§ **AVAILABLE DATA**:
- Opening Delimiter -
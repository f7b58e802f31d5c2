"""Layers of a profile: cloud layers from relative humidity, freezing levels, warm layers aloft, the
precipitation type under them, and the supercooled-liquid layer table.

The array functions work on plain SI arrays of shape (profile, level) (see :func:`icing.physics.diagnose.
diagnose_arrays` for any leading shape) with pressure decreasing along the level axis. The table functions
(:func:`supercooled_layers`, :func:`cloud_layers`, :func:`freezing_levels`) take one canonical profile
Dataset and return a :class:`pandas.DataFrame`.
"""

from __future__ import annotations

import numpy as np
import pandas as pd

from icing.physics import thermo
from icing.units import FT

__all__ = [
    "ZHANG_HEIGHTS_M", "ZHANG_MIN_RH", "ZHANG_MAX_RH", "ZHANG_INTER_RH", "CLOUD_DEFAULTS",
    "PRECIPITATION_TYPES", "zhang_thresholds", "cloud_mask", "freezing_crossings", "warm_layer_aloft",
    "energy_area_by_level", "precipitation_type", "drizzle_levels", "drizzle_below",
    "supercooled_layers", "cloud_layers", "freezing_levels",
]

# Zhang, Chen, Li, Fan, Peng, Yu and Cribb (2010), J. Geophys. Res. 115, D00K30, Table 1, after Wang and
# Rossow (1995, J. Appl. Meteor. 34, 2243-2258): RH thresholds (percent, over ice below 0 degC) at these
# heights, linear in between and constant above 12 km. The inter-layer values have a step near 2 km in the
# paper; we join them linearly (84, 82 below and 78 above it, from memory).
ZHANG_HEIGHTS_M = (0.0, 2000.0, 6000.0, 12000.0)
ZHANG_MIN_RH = (92.0, 90.0, 88.0, 75.0)
ZHANG_MAX_RH = (95.0, 93.0, 90.0, 80.0)
ZHANG_INTER_RH = (84.0, 82.0, 78.0, 70.0)

# The other rules of Zhang et al. (2010), section 3, as published, and our own choices (marked).
CLOUD_DEFAULTS = {
    "min_rh": ZHANG_MIN_RH, "max_rh": ZHANG_MAX_RH, "inter_rh": ZHANG_INTER_RH,
    "min_moist_base_m": 120.0,       # moist layers based below 120 m and thinner than 400 m are dropped
    "min_moist_thickness_m": 400.0,
    "min_cloud_base_m": 280.0,       # cloud bases are raised to 280 m above ground; tops below are dropped
    "merge_gap_m": 300.0,            # layers closer than 300 m are one layer
    "min_thickness_low_m": 30.5,     # thinnest cloud kept: 30.5 m below 2 km, 61 m above
    "min_thickness_high_m": 61.0,
    "low_cloud_limit_m": 2000.0,
    "liquid_rh": None,               # RH over water for liquid to be possible; None: the min_rh threshold
    "convective_excess_k": 0.5,      # our own choice: parcel from the base warmer than the air by this = convective
    "stratiform_factor": None,       # sub-adiabatic factors (see icing.physics.microphysics.SUBADIABATIC_FACTOR)
    "convective_factor": None,
    "stratiform_cap": True,          # stratiform LWC at most the Part 25 Appendix C continuous maximum (see diagnose)
    "drizzle_top_temperature": 263.15,  # K, warm-topped cloud: Huffman and Norman (1988), Rauber et al. (2000)
    "drizzle_min_thickness_m": 300.0,   # common practice, our own choice: depth for coalescence to work
    "melting_area_aloft": 2.0,          # J/kg, Bourgouin (2000)
}

# Precipitation type codes (int8), per profile, after Bourgouin (2000) with our extensions (see
# :func:`precipitation_type`).
PRECIPITATION_TYPES = {
    -1: "unknown", 0: "none", 1: "snow", 2: "rain", 3: "freezing_rain", 4: "ice_pellets",
    5: "freezing_rain_and_ice_pellets", 6: "rain_and_snow", 7: "rain_and_ice_pellets",
    8: "freezing_drizzle", 9: "drizzle",
}
_NONE, _SN, _RA, _FZRA, _PL, _FZRAPL, _RASN, _RAPL, _FZDZ, _DZ, _MELTED = 0, 1, 2, 3, 4, 5, 6, 7, 8, 9, 10
KAPPA = thermo.RD / thermo.CP_D
_HAS_ICE = np.isin(np.arange(11), (_SN, _PL, _FZRAPL))
_LIQUID = np.isin(np.arange(11), (_RA, _FZRA))
_DRIZZLE = np.isin(np.arange(11), (_DZ, _FZDZ))


def zhang_thresholds(height_agl, values=ZHANG_MIN_RH):
    """RH threshold (percent) at heights above ground (m): linear in the Zhang et al. (2010) table,
    constant beyond its ends."""
    return np.interp(np.asarray(height_agl, dtype=float), ZHANG_HEIGHTS_M, np.asarray(values, dtype=float))


# --- runs of True along the last axis of a (profile, level) mask --------------------------------------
- Closing Delimiter -
§ **TASK REQUIREMENTS**:
Repeat each record exactly. Omit nothing.

§ **ANSWER TO THIS TASK**:
repository f7b58e802f31d5c2
"""Layers of a profile: cloud layers from relative humidity, freezing levels, warm layers aloft, the
precipitation type under them, and the supercooled-liquid layer table.

The array functions work on plain SI arrays of shape (profile, level) (see :func:`icing.physics.diagnose.
diagnose_arrays` for any leading shape) with pressure decreasing along the level axis. The table functions
(:func:`supercooled_layers`, :func:`cloud_layers`, :func:`freezing_levels`) take one canonical profile
Dataset and return a :class:`pandas.DataFrame`.
"""

from __future__ import annotations

import numpy as np
import pandas as pd

from icing.physics import thermo
from icing.units import FT

__all__ = [
    "ZHANG_HEIGHTS_M", "ZHANG_MIN_RH", "ZHANG_MAX_RH", "ZHANG_INTER_RH", "CLOUD_DEFAULTS",
    "PRECIPITATION_TYPES", "zhang_thresholds", "cloud_mask", "freezing_crossings", "warm_layer_aloft",
    "energy_area_by_level", "precipitation_type", "drizzle_levels", "drizzle_below",
    "supercooled_layers", "cloud_layers", "freezing_levels",
]

# Zhang, Chen, Li, Fan, Peng, Yu and Cribb (2010), J. Geophys. Res. 115, D00K30, Table 1, after Wang and
# Rossow (1995, J. Appl. Meteor. 34, 2243-2258): RH thresholds (percent, over ice below 0 degC) at these
# heights, linear in between and constant above 12 km. The inter-layer values have a step near 2 km in the
# paper; we join them linearly (84, 82 below and 78 above it, from memory).
ZHANG_HEIGHTS_M = (0.0, 2000.0, 6000.0, 12000.0)
ZHANG_MIN_RH = (92.0, 90.0, 88.0, 75.0)
ZHANG_MAX_RH = (95.0, 93.0, 90.0, 80.0)
ZHANG_INTER_RH = (84.0, 82.0, 78.0, 70.0)

# The other rules of Zhang et al. (2010), section 3, as published, and our own choices (marked).
CLOUD_DEFAULTS = {
    "min_rh": ZHANG_MIN_RH, "max_rh": ZHANG_MAX_RH, "inter_rh": ZHANG_INTER_RH,
    "min_moist_base_m": 120.0,       # moist layers based below 120 m and thinner than 400 m are dropped
    "min_moist_thickness_m": 400.0,
    "min_cloud_base_m": 280.0,       # cloud bases are raised to 280 m above ground; tops below are dropped
    "merge_gap_m": 300.0,            # layers closer than 300 m are one layer
    "min_thickness_low_m": 30.5,     # thinnest cloud kept: 30.5 m below 2 km, 61 m above
    "min_thickness_high_m": 61.0,
    "low_cloud_limit_m": 2000.0,
    "liquid_rh": None,               # RH over water for liquid to be possible; None: the min_rh threshold
    "convective_excess_k": 0.5,      # our own choice: parcel from the base warmer than the air by this = convective
    "stratiform_factor": None,       # sub-adiabatic factors (see icing.physics.microphysics.SUBADIABATIC_FACTOR)
    "convective_factor": None,
    "stratiform_cap": True,          # stratiform LWC at most the Part 25 Appendix C continuous maximum (see diagnose)
    "drizzle_top_temperature": 263.15,  # K, warm-topped cloud: Huffman and Norman (1988), Rauber et al. (2000)
    "drizzle_min_thickness_m": 300.0,   # common practice, our own choice: depth for coalescence to work
    "melting_area_aloft": 2.0,          # J/kg, Bourgouin (2000)
}

# Precipitation type codes (int8), per profile, after Bourgouin (2000) with our extensions (see
# :func:`precipitation_type`).
PRECIPITATION_TYPES = {
    -1: "unknown", 0: "none", 1: "snow", 2: "rain", 3: "freezing_rain", 4: "ice_pellets",
    5: "freezing_rain_and_ice_pellets", 6: "rain_and_snow", 7: "rain_and_ice_pellets",
    8: "freezing_drizzle", 9: "drizzle",
}
_NONE, _SN, _RA, _FZRA, _PL, _FZRAPL, _RASN, _RAPL, _FZDZ, _DZ, _MELTED = 0, 1, 2, 3, 4, 5, 6, 7, 8, 9, 10
KAPPA = thermo.RD / thermo.CP_D
_HAS_ICE = np.isin(np.arange(11), (_SN, _PL, _FZRAPL))
_LIQUID = np.isin(np.arange(11), (_RA, _FZRA))
_DRIZZLE = np.isin(np.arange(11), (_DZ, _FZDZ))


def zhang_thresholds(height_agl, values=ZHANG_MIN_RH):
    """RH threshold (percent) at heights above ground (m): linear in the Zhang et al. (2010) table,
    constant beyond its ends."""
    return np.interp(np.asarray(height_agl, dtype=float), ZHANG_HEIGHTS_M, np.asarray(values, dtype=float))


# --- runs of True along the last axis of a (profile, level) mask --------------------------------------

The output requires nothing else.